In level 3 of modular courses it can be difficult to provide students with a full range of modules to meet all needs. It is common practice to offer ‘independent study modules’ to cater for this. These allow students to pursue their interests with only a minimal amount of staff input.


Undergraduate students are often neither good at organising their own learning, nor good at the self-analysis, which is needed for them to become effective learners. This contrasts with the approach within, for example, the teacher training community, where the model of ‘the reflective practitioner’ informs the learning process.

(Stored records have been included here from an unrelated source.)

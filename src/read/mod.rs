//! From files to plain data: fabrication data (folder or archive, Gerber and drill files, job file) and reviews.

mod build;
mod compose;
mod copper;
pub mod drill;
pub mod gerber;
mod holes;
pub mod job;
pub mod log;
mod outline;
pub mod review;
mod set;
mod source;
mod stackup;
pub mod style;
mod ties;

pub use build::read_board;
pub use review::{ReviewFile, parse_review, read_review};
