//! The stackup: thicknesses and permittivities from the job file, stated assumptions where it is silent.

use super::job::{Job, Material};
use crate::board::{Dielectric, Foil, Origin, Stackup};
use crate::diag::Diagnostic;
use crate::diag::code::read as code;

/// Copper thickness where the files give none: 35 um, one ounce per square foot (common practice).
pub const ASSUMED_FOIL_M: f64 = 35e-6;
/// Relative permittivity where the files give none: glass-epoxy laminate (common practice).
pub const ASSUMED_PERMITTIVITY: f64 = 4.3;
/// Board thickness where the files give none, in metres (common practice).
pub const ASSUMED_BOARD_M: f64 = 1.6e-3;
/// Copper temperature in degC where the review gives none.
pub const ASSUMED_TEMPERATURE_C: f64 = 20.0;

/// The stackup of a board with `n_layers` copper layers.
pub fn stackup(n_layers: usize, job: Option<&(Job, String)>, messages: &mut Vec<Diagnostic>) -> Stackup {
    let warn = |text: String| {
        let mut message = Diagnostic::warning(code::STACKUP_ASSUMED, text)
            .hint("give the values of your manufacturer in the review's `[stackup]`");
        message.place.file = job.map(|(_, file)| file.clone());
        message
    };
    let listed = job.map_or(&[][..], |(job, _)| job.stackup.as_slice());
    let n_copper = listed.iter().filter(|material| material.copper).count();
    let usable = n_copper == n_layers && n_layers > 0;
    if !listed.is_empty() && !usable {
        messages.push(warn(format!(
            "the job file's stackup must have the board's {n_layers} copper layers; got {n_copper}; it is left out"
        )));
    }
    let (foils_listed, between) = if usable { split(listed) } else { (vec![None; n_layers], Vec::new()) };
    let mut foils = Vec::new();
    let mut assumed_foils = Vec::new();
    for index in 0..n_layers {
        foils.push(match foils_listed.get(index).copied().flatten() {
            Some(thickness_m) => Foil { thickness_m, origin: Origin::File },
            None => {
                assumed_foils.push(format!("L{}", index + 1));
                Foil { thickness_m: ASSUMED_FOIL_M, origin: Origin::Assumed }
            }
        });
    }
    if !assumed_foils.is_empty() {
        let um = ASSUMED_FOIL_M * 1e6;
        messages.push(warn(format!(
            "the files give no copper thickness for {}; assumed {um} um",
            assumed_foils.join(", ")
        )));
    }
    let n_between = n_layers.saturating_sub(1);
    let mut dielectrics: Vec<Dielectric> = Vec::new();
    let (mut thin, mut unknown) = (Vec::new(), Vec::new());
    let known_m: f64 = between.iter().filter_map(|gap: &Gap| gap.thickness_m).sum();
    let n_missing =
        (0..n_between).filter(|&i| between.get(i).and_then(|gap| gap.thickness_m).is_none()).count();
    let board_m = job.and_then(|(job, _)| job.thickness_m).filter(|t| *t > 1e-5 && *t < 0.05);
    let copper_m: f64 = foils.iter().map(|foil| foil.thickness_m).sum();
    let rest_m = board_m.unwrap_or(ASSUMED_BOARD_M) - copper_m - known_m;
    // A share must stay positive even where the stated board is thinner than its parts.
    let share_m = if n_missing > 0 { (rest_m / n_missing as f64).max(50e-6) } else { 0.0 };
    for index in 0..n_between {
        let name = format!("L{}-L{}", index + 1, index + 2);
        let gap = between.get(index).copied().unwrap_or_default();
        if gap.thickness_m.is_none() {
            thin.push(name.clone());
        }
        if gap.permittivity.is_none() {
            unknown.push(name);
        }
        let origin = |known: bool| if known { Origin::File } else { Origin::Assumed };
        dielectrics.push(Dielectric {
            thickness_m: gap.thickness_m.unwrap_or(share_m),
            origin: origin(gap.thickness_m.is_some()),
            permittivity: gap.permittivity.unwrap_or(ASSUMED_PERMITTIVITY),
            permittivity_origin: origin(gap.permittivity.is_some()),
        });
    }
    if !thin.is_empty() {
        let source = match board_m {
            Some(board_m) => format!("the board's {:.3} mm", board_m * 1e3),
            None => format!("an assumed board of {:.1} mm", ASSUMED_BOARD_M * 1e3),
        };
        messages.push(warn(format!(
            "the files give no dielectric thickness for {}; assumed {:.3} mm each, an even split of {source}",
            thin.join(", "),
            share_m * 1e3
        )));
    }
    if !unknown.is_empty() {
        let text = format!(
            "the files give no permittivity for {}; assumed {ASSUMED_PERMITTIVITY}",
            unknown.join(", ")
        );
        messages.push(warn(text));
    }
    let first = dielectrics.first().map_or(0.0, |sheet| sheet.thickness_m);
    let even = dielectrics.len() >= 3
        && dielectrics.iter().all(|s| s.origin == Origin::File && (s.thickness_m - first).abs() < 1e-9);
    if even {
        let text = format!(
            "all {} dielectrics have the same thickness of {:.3} mm, as a layout program's default has and real boards \
             seldom do",
            dielectrics.len(),
            first * 1e3
        );
        let mut message = Diagnostic::note(code::STACKUP_DEFAULT, text).hint(
            "compare with the stackup of your manufacturer; the height over the plane decides the result",
        );
        message.place.file = job.map(|(_, file)| file.clone());
        messages.push(message);
    }
    Stackup { foils, dielectrics, temperature_c: ASSUMED_TEMPERATURE_C }
}

/// What lies between two foils.
#[derive(Clone, Copy, Debug, Default)]
struct Gap {
    thickness_m: Option<f64>,
    permittivity: Option<f64>,
}

/// Foil thicknesses and the gaps between them; sheets between two foils are added up, their permittivities taken in
/// series as for capacitors. A gap with a sheet of unknown thickness is unknown.
fn split(materials: &[Material]) -> (Vec<Option<f64>>, Vec<Gap>) {
    let (mut foils, mut gaps) = (Vec::new(), Vec::new());
    for part in materials.split_inclusive(|material| material.copper) {
        let (sheets, foil) = match part.split_last() {
            Some((last, sheets)) if last.copper => (sheets, last.thickness_m),
            _ => break, // Behind the last foil.
        };
        if !foils.is_empty() {
            let thickness_m: Option<f64> = sheets.iter().map(|sheet| sheet.thickness_m).sum();
            let thickness_m = thickness_m.filter(|_| !sheets.is_empty());
            let over: Option<f64> =
                sheets.iter().map(|sheet| Some(sheet.thickness_m? / sheet.permittivity?)).sum();
            let permittivity = match (thickness_m, over) {
                (Some(thickness_m), Some(over)) if over > 0.0 => Some(thickness_m / over),
                _ => sheets.first().and_then(|sheet| sheet.permittivity).filter(|_| sheets.len() == 1),
            };
            gaps.push(Gap { thickness_m, permittivity });
        }
        foils.push(foil);
    }
    (foils, gaps)
}
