//! Finds where nets are joined by copper on purpose: net ties and jumpers. Nets are never merged.

use super::compose::{object_bounds, object_shape};
use crate::board::{Board, CopperKind, CopperLayer, CopperObject, NetId, ObjectFunction, Tie, TieKind};
use crate::diag::Diagnostic;
use crate::diag::code::read as code;
use crate::geom::boolean::union;
use crate::geom::locate::{Locator, segment_distance};
use crate::geom::{Point, Polygon, Region};
use std::collections::BTreeMap;

/// Copper this close touches, in metres: shapes are rounded by up to half a micrometre.
const TOUCH_M: f64 = 2e-6;

/// The ties of all layers.
pub fn find_ties(board: &Board, messages: &mut Vec<Diagnostic>) -> Vec<Tie> {
    let mut ties = Vec::new();
    for (index, layer) in board.layers.iter().enumerate() {
        let locator = Locator::new(layer.areas.iter().map(|area| &area.shape));
        etched(board, index, layer, &locator, &mut ties, messages);
        abutting(index, layer, &mut ties);
    }
    ties
}

/// The nets whose areas a shape touches.
fn touched_nets(layer: &CopperLayer, locator: &Locator, shape: &Polygon) -> Vec<NetId> {
    let mut nets = Vec::new();
    for ring in shape.rings() {
        let mut closed = ring.clone();
        closed.extend(ring.first().copied());
        nets.extend(locator.touching(&closed, TOUCH_M).into_iter().filter_map(|area| layer.areas[area].net));
    }
    nets.sort_unstable();
    nets.dedup();
    nets
}

/// Copper without a net that makes up a part and touches two nets or more.
fn etched(
    board: &Board,
    index: usize,
    layer: &CopperLayer,
    locator: &Locator,
    ties: &mut Vec<Tie>,
    messages: &mut Vec<Diagnostic>,
) {
    let etched: Vec<&CopperObject> = layer
        .objects
        .iter()
        .filter(|object| object.dark && object.net.is_none() && object.function == ObjectFunction::EtchedPart)
        .collect();
    let mut by_part: BTreeMap<&str, Vec<&CopperObject>> = BTreeMap::new();
    for object in etched {
        by_part.entry(&object.part).or_default().push(object);
    }
    for (part, objects) in by_part {
        let shapes: Vec<Region> = objects.iter().map(|object| object_shape(object)).collect();
        for shape in union(&shapes).0 {
            let nets = touched_nets(layer, locator, &shape);
            let at = shape.bounds().centre();
            if nets.len() > 1 {
                let shape = Region(vec![shape]);
                ties.push(Tie {
                    part: part.to_owned(),
                    kind: TieKind::EtchedCopper,
                    nets,
                    layer: index,
                    at,
                    shape,
                });
            }
        }
    }
    let loose = layer.areas.iter().filter(|area| area.net.is_none());
    for area in loose {
        let nets = touched_nets(layer, locator, &area.shape);
        let at = area.shape.bounds().centre();
        let known = ties.iter().any(|tie| tie.layer == index && area.shape.bounds().contains(tie.at));
        if nets.len() > 1 && !known {
            let names: Vec<String> = nets.iter().map(|&net| format!("`{}`", board.net_name(net))).collect();
            let text = format!(
                "copper without a net touches nets {}; it is not taken as a tie",
                names.join(" and ")
            );
            messages.push(Diagnostic::warning(code::NET_TOUCH, text).on_board(Some(index + 1), at));
        }
    }
}

/// Pads of one part, of different nets, that touch each other.
fn abutting(index: usize, layer: &CopperLayer, ties: &mut Vec<Tie>) {
    let mut pads: BTreeMap<&str, Vec<&CopperObject>> = BTreeMap::new();
    for object in
        layer.objects.iter().filter(|object| object.dark && object.net.is_some() && !object.part.is_empty())
    {
        if !matches!(object.kind, CopperKind::Draw { .. }) && object.function != ObjectFunction::Area {
            pads.entry(&object.part).or_default().push(object);
        }
    }
    for (part, pads) in pads {
        // Groups of pads that touch, grown pad by pad.
        let mut groups: Vec<Vec<usize>> = Vec::new();
        for (a, pad) in pads.iter().enumerate() {
            let bounds = object_bounds(pad).grown(TOUCH_M);
            let near = |b: &usize| {
                let other: &CopperObject = pads[*b];
                other.net != pad.net && object_bounds(other).meets(bounds) && touch(pad, other)
            };
            let (joined, apart): (Vec<_>, Vec<_>) =
                groups.into_iter().partition(|group: &Vec<usize>| group.iter().any(near));
            groups = apart;
            groups.push(joined.into_iter().flatten().chain([a]).collect());
        }
        for group in groups {
            let mut nets: Vec<NetId> = group.iter().filter_map(|&pad| pads[pad].net).collect();
            nets.sort_unstable();
            nets.dedup();
            if nets.len() > 1 {
                let members: Vec<&CopperObject> = group.iter().map(|&pad| pads[pad]).collect();
                let (at, shape) = super::copper::joined(&members);
                ties.push(Tie {
                    part: part.to_owned(),
                    kind: TieKind::AbuttingPads,
                    nets,
                    layer: index,
                    at,
                    shape,
                });
            }
        }
    }
}

/// Whether two pads touch or overlap.
fn touch(a: &CopperObject, b: &CopperObject) -> bool {
    let (a, b) = (object_shape(a), object_shape(b));
    let edges = |region: &Region| -> Vec<(Point, Point)> {
        let rings = region.0.iter().flat_map(Polygon::rings);
        rings.flat_map(|ring| (0..ring.len()).map(move |i| (ring[i], ring[(i + 1) % ring.len()]))).collect()
    };
    let (rim_a, rim_b) = (edges(&a), edges(&b));
    let inside =
        |region: &Region, rim: &[(Point, Point)]| rim.first().is_some_and(|edge| region.contains(edge.0));
    inside(&a, &rim_b)
        || inside(&b, &rim_a)
        || rim_a.iter().any(|&edge| rim_b.iter().any(|&other| segment_distance(edge, other) <= TOUCH_M))
}
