//! From a board and a review to the plan: each net's way, planes, landings, voids and cells.

use super::cell::{self, CellChoice};
use super::course::{self, Course};
use super::entry;
use super::landing::{Landed, Landings};
use super::route::{self, Way};
use super::stretch::{self, Stretch};
use super::terrain::Terrain;
use super::{ChartPlan, Entry, Landing, PathPlan, Plan, TrackLeg, Void, void};
use crate::board::Board;
use crate::diag::Diagnostic;
use crate::diag::code::plan as code;
use crate::field::PlaneId;
use crate::geom::{Bounds, Point, Region};
use crate::review::Review;
use crate::unit::length_text;
use std::collections::BTreeMap;

/// How far from the track reference copper on its own layer counts, in heights.
const BESIDE_HEIGHTS: f64 = 3.0;

/// Plans all nets of a review on a board. Call [`super::apply_review`] before, so that the board has the review's
/// stackup.
pub fn build(board: &Board, review: &Review) -> Plan {
    let mut planner = Planner::new(board, review);
    let mut paths = Vec::new();
    for course in course::courses(board, review, &mut planner.messages) {
        match planner.path(&course) {
            Ok(path) => paths.push(path),
            Err(message) => planner.messages.push(message),
        }
    }
    Plan { paths, conductors: Default::default(), bands: review.bands.clone(), messages: planner.messages }
}

/// Copper, voids and box of a plane, kept for all nets over it.
struct Ground {
    copper: Region,
    missing: Region,
    bounds: Bounds,
    /// Voids by the height for which webs are closed, in nanometres.
    voids: BTreeMap<i64, Vec<Void>>,
}

struct Planner<'b> {
    terrain: Terrain<'b>,
    review: &'b Review,
    grounds: BTreeMap<PlaneId, Ground>,
    messages: Vec<Diagnostic>,
}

The aim of the project was to identify and compare methods by which students could more effectively learn a mathematical topic that was new to them, through the medium of an independent study module. It was anticipated that the process would, in itself, foster the acquisition of transferable learning skills.


Three independent study modules were written and validated. They were in topics in which expertise was available, but for which there has not been sufficient demand to make them available in the usual undergraduate programme. The topics were Number Theory, Topology and Complex Analysis. The contents of these modules are standard, but the aims, objectives and methods of assessment were designed to be consonant with delivery through independent study.


A substantial guide was produced to help students to adapt to the rather different demands of these modules, compared to those of most traditional mathematics modules. This drew heavily on material from the discipline of mathematical education.


Independent study modules occupy a small, but important part of many mathematics degree programmes. This work offers anecdotal evidence that there may be scope for improving structures, and hence student experiences and outcomes.